Unfortunately, I had one super duper postgres instance running which handled:
- data storage for algo trader
- backend db for the todo/checklist app I wrote for my wife and I
- Internal mediawiki that I use for keeping track of stuff
- persistent chat history for IRC
- a few other smaller one-off projects
And as I mentioned at the top, I was actively taking a fresh backup when all this went down. Unfortunately that meant the last complete SQL backup I had was from about a month prior. The algo trader replicates its data to a different server on a daily basis, and the actual algo itself is on a third, different, machine, so I didn't lose too too much data, but it still stung, and was a major hassle to get back online.
It's been so long I forget how all this shit^H^H^H^H stuff works
In order to get everything back online again, I needed to have push notifications working so that my algo trader can alert me on my phone. For that to work I needed pushbullet and ergo IRC running. For IRC running I needed Caddy running so I could use the certs for TLS. For all that to work I had to remember how in the name of Darth Vader's face I cobbled this all together last time.

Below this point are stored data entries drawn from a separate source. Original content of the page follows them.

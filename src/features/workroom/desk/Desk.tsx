import { useStore } from '@nanostores/react';
import { useEffect, useMemo, useState } from 'react';
import type { Planned } from '@/features/projects/planned';
import type { OpenProject } from '@/features/projects/project';
import { stageOf, type Stage } from '@/features/projects/project-stage';
import { blocking, type ProofItem } from '@/features/projects/proof';
import { ConflictBanner } from './ConflictBanner';
import { DeskHeader } from './DeskHeader';
import { DeskMark } from './DeskMark';
import { cureFor } from './cures';
import { createDeskStore } from './desk-store';
import { FactsDialog } from './FactsDialog';
import { DeskFinder, type FinderDialog } from './find/DeskFinder';
import { FoldGrip } from './FoldGrip';
import { goToPlace } from './go-to-place';
import { MeasuresColumn } from './MeasuresColumn';
import { PiecesColumn } from './PiecesColumn';
import { PlannedNote } from './PlannedNote';
import { ProofStrip } from './ProofStrip';
import { PublishDialog } from './PublishDialog';
import { ShareDialog } from './ShareDialog';
import { useDeskKeys } from './use-desk-keys';
import { useRangeCheck } from './use-range-check';
import { useSaving } from './use-saving';
import { WriteUpColumn } from './WriteUpColumn';

export type Column = 'measures' | 'pieces' | 'write-up';
const COLUMNS: readonly { readonly id: Column; readonly label: string }[] = [
  { id: 'measures', label: 'Measures' },
  { id: 'pieces', label: 'Pieces' },
  { id: 'write-up', label: 'Write-up' },
];

interface DeskProps {
  readonly project: OpenProject;
  readonly planned: Planned | null;
}

/** One project on one sheet folded in three: measures, pieces, write-up. What is selected in one lights up in the others. */
export default function Desk({ project, planned: plan }: DeskProps) {
  const store = useMemo(() => createDeskStore(project), [project]);
  const saving = useSaving(store, project);
  const found = useStore(store.$proof);
  const inRange = useRangeCheck(store);
  const proof = useMemo(() => [...found, ...inRange], [found, inRange]);
  const [open, setOpen] = useState<Column>('write-up');
  /** Which of measures and pieces lies beside the write-up where there is room for two. */
  const [side, setSide] = useState<'measures' | 'pieces'>('measures');
  const [piece, setPiece] = useState<string | null>(null);
  const [listOpen, setListOpen] = useState(() => location.hash === '#proof');
  const [dialog, setDialog] = useState<'facts' | 'share' | 'publish' | FinderDialog | null>(null);
  const [planned, setPlanned] = useState(plan);
  const [withdrawn, setWithdrawn] = useState(project.withdrawn);
  const [slug, setSlug] = useState(project.slug);
  const [published, setPublished] = useState<{ readonly edition: number; readonly revision: number | null }>(() =>
    publishedOf(project),
  );

  const show = (column: Column) => {
    setOpen(column);
    if (column !== 'write-up') setSide(column);
  };
  const focusColumn = (column: Column) => {
    show(column);
    requestAnimationFrame(() => document.querySelector<HTMLElement>(`[data-column="${column}"]`)?.focus());
  };
  useDeskKeys({ store, focusColumn, toggleProof: () => setListOpen((was) => !was), find: setDialog });
  useEffect(() => {
    const settle = () => store.settle();
    document.addEventListener('focusout', settle);
    return () => document.removeEventListener('focusout', settle);
  }, [store]);

  const stops = blocking(proof);
  const { revision, status } = saving.state;
  const stage: Stage = stageOf({
    editions: published.edition,
    publishedRevision: published.revision,
    revision: status.kind === 'saved' ? revision : -1,
  });
  const next = published.edition + 1;
  const hindrance =
    stops.length > 0
      ? `${stops.length === 1 ? 'One thing keeps' : `${stops.length} things keep`} this from being published: ${stops.map((item) => item.title).join('; ')}.`
      : stage.stage === 'published'
        ? `Nothing has changed since edition ${published.edition}.`
        : null;

  const go = (to: Pick<ProofItem, 'place'> & Partial<Pick<ProofItem, 'code'>>) => {
    setListOpen(false);
    if (to.place.column === 'facts') {
      if (to.place.name !== 'title') setDialog('facts');
    } else show(to.place.column);
    if (to.place.column === 'pieces' && to.place.name !== undefined) setPiece(to.place.name);
    goToPlace(to, store);
  };
  const publish = () => {
    if (hindrance === null) setDialog('publish');
    else if (stops.length > 0) setListOpen(true);
  };
  const preview = `/workroom/${project.id}/preview`;
  const revisions = `/workroom/${project.id}/revisions`;
  const publishLabel = stage.stage === 'published' ? `Edition ${published.edition} is out` : `Publish edition ${next}`;
  const visit = (address: string) => () => location.assign(address);

  return (
    <div className="desk" data-open={open} data-side={side}>
      <DeskHeader
        store={store}
        saving={saving}
        stage={stage}
        mark={<DeskMark />}
        preview={preview}
        revisions={revisions}
        withdrawn={withdrawn !== null}
        publishLabel={publishLabel}
        hindrance={hindrance}
        mailing={published.edition > 0 && project.standing !== 'co-author' ? `/workroom/${project.id}/mailing` : null}
        onFind={() => setDialog('go to')}
        onFacts={() => setDialog('facts')}
        onShare={() => setDialog('share')}
        onPublish={publish}
      />
      <div className="ruled" aria-hidden="true" />
      <ConflictBanner saving={saving} />
      {planned === null ? null : (
        <div className="desk-planned">
          <PlannedNote projectId={project.id} planned={planned} onPlanned={setPlanned} />
        </div>
      )}
      <div className="desk-switch" role="tablist" aria-label="Parts of the desk">
        {COLUMNS.map(({ id, label }) => (
          <button
            key={id}
            type="button"
            role="tab"
            data-tab={id}
            aria-selected={open === id || (id === side && open === 'write-up')}
            data-alone={open === id ? '' : undefined}
            onClick={() => show(id)}
          >
            {label}
          </button>
        ))}
      </div>
      <div className="desk-sheet">
        <MeasuresColumn store={store} />
        <FoldGrip between="measures" />
        <PiecesColumn store={store} piece={piece} onPiece={setPiece} />
        <FoldGrip between="pieces" />
        <WriteUpColumn store={store} projectId={project.id} />
      </div>
      <ProofStrip
        items={proof}
        open={listOpen}
        onOpen={setListOpen}
        onGo={go}
        cureOf={(item) => cureFor(item, store)}
      />
      <DeskFinder
        store={store}
        open={dialog === 'go to' || dialog === 'keys' ? dialog : null}
        onOpen={setDialog}
        onGo={(place) => go({ place })}
        acts={[
          { label: 'Facts', what: 'summary, time, picture, address', act: () => setDialog('facts') },
          { label: 'People', what: 'co-authors and draft links', act: () => setDialog('share') },
          { label: 'Proof list', what: 'Alt P', act: () => setListOpen(true) },
          { label: 'Undo', what: 'outside the write-up', act: store.undo },
          { label: 'Redo', what: 'outside the write-up', act: store.redo },
          { label: 'See as reader', what: 'preview', act: visit(preview) },
          { label: 'Revisions', what: 'what was kept', act: visit(revisions) },
          { label: publishLabel, what: 'for readers', hindrance, act: publish },
        ]}
      />
      <FactsDialog
        open={dialog === 'facts'}
        store={store}
        projectId={project.id}
        slug={slug}
        published={published.edition > 0}
        standing={project.standing}
        withdrawn={withdrawn}
        onWithdrawn={setWithdrawn}
        onSlug={setSlug}
        onClose={() => setDialog(null)}
      />
      <ShareDialog
        open={dialog === 'share'}
        projectId={project.id}
        standing={project.standing}
        owner={project.author.name}
        onClose={() => setDialog(null)}
      />
      <PublishDialog
        open={dialog === 'publish'}
        projectId={project.id}
        edition={next}
        advice={proof.filter((item) => !item.blocking)}
        flush={saving.flush}
        planned={planned}
        onPlanned={(now) => {
          setPlanned(now);
          if (now !== null) setDialog(null);
        }}
        onClose={() => setDialog(null)}
        onPublished={(done) => {
          setPlanned(null);
          setWithdrawn(null);
          setPublished({ edition: done.n, revision: done.revision });
          setSlug(done.slug);
          setDialog(null);
          saving.say({
            words: `Edition ${done.n} is out.`,
            link: { href: `/projects/${done.slug}`, words: 'See it as readers do' },
          });
        }}
      />
    </div>
  );
}

const publishedOf = ({ stage, revision }: OpenProject) =>
  stage.stage === 'draft'
    ? { edition: 0, revision: null }
    : { edition: stage.edition, revision: stage.stage === 'published' ? revision : null };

It was surprisingly hard to figure out where Caddy keeps its
certificates. Back when nginx was still cool I could look under
/etc/letsencrypt
but Caddy doesn't rely on certbot. It has
its own internal mechanism, and the
docs are a little misleading at first. They appear to indicate that
the certs get stored somewhere under /home/caddy
which on
my system doesn't exist because that user is set to nologin:
# grep "caddy" /etc/passwd
caddy:x:998:998:Caddy web server:/var/lib/caddy:/usr/sbin/nologin
If you are coming here via Google or you're Future Me who screwed
this up again, recall that the user's home directory is that second-last
field, in this case $HOME
is /var/lib/caddy/
,
and the certs live a few directories down that tree. Armed with that
knowledge we can begin putting the scaffolding back up. First, we'll
install a script somewhere convenient to copy the certificates from
Caddy's store to where ergo wants to see them:
#!/bin/bash -eu
cp /var/lib/caddy/.local/share/caddy/[long tree omitted]/the-domain.crt /home/ergo/fullchain.pem
cp /var/lib/caddy/.local/share/caddy/[long tree omitted]/the-domain.key /home/ergo/privkey.pem
chown ergo:ergo /home/ergo/*.pem
systemctl reload ergo.service
So that'll take care of actually copying the certs over, but in order
to avoid just stuffing this into cron we could use a Caddy plugin to
enable cert_obtained
event hooks, at the cost of having to
maintain a custom build of Caddy that apt will happily clobber:
{
events {
on cert_obtained exec /path/to/install-ergo-certs.sh
}
}
Or, failing that, we can just pull the certs once in a while with
cron or a systemd timer, which is what I ended up doing. I quite simply
do not have the time or the energy do track Caddy's updates separately.
If it's public-facing and I can't just apt update
it, then
I ain't gonna.
What did we learn?
Containerize your shit or be doomed to waste a day doing all this dumb stuff that I did above.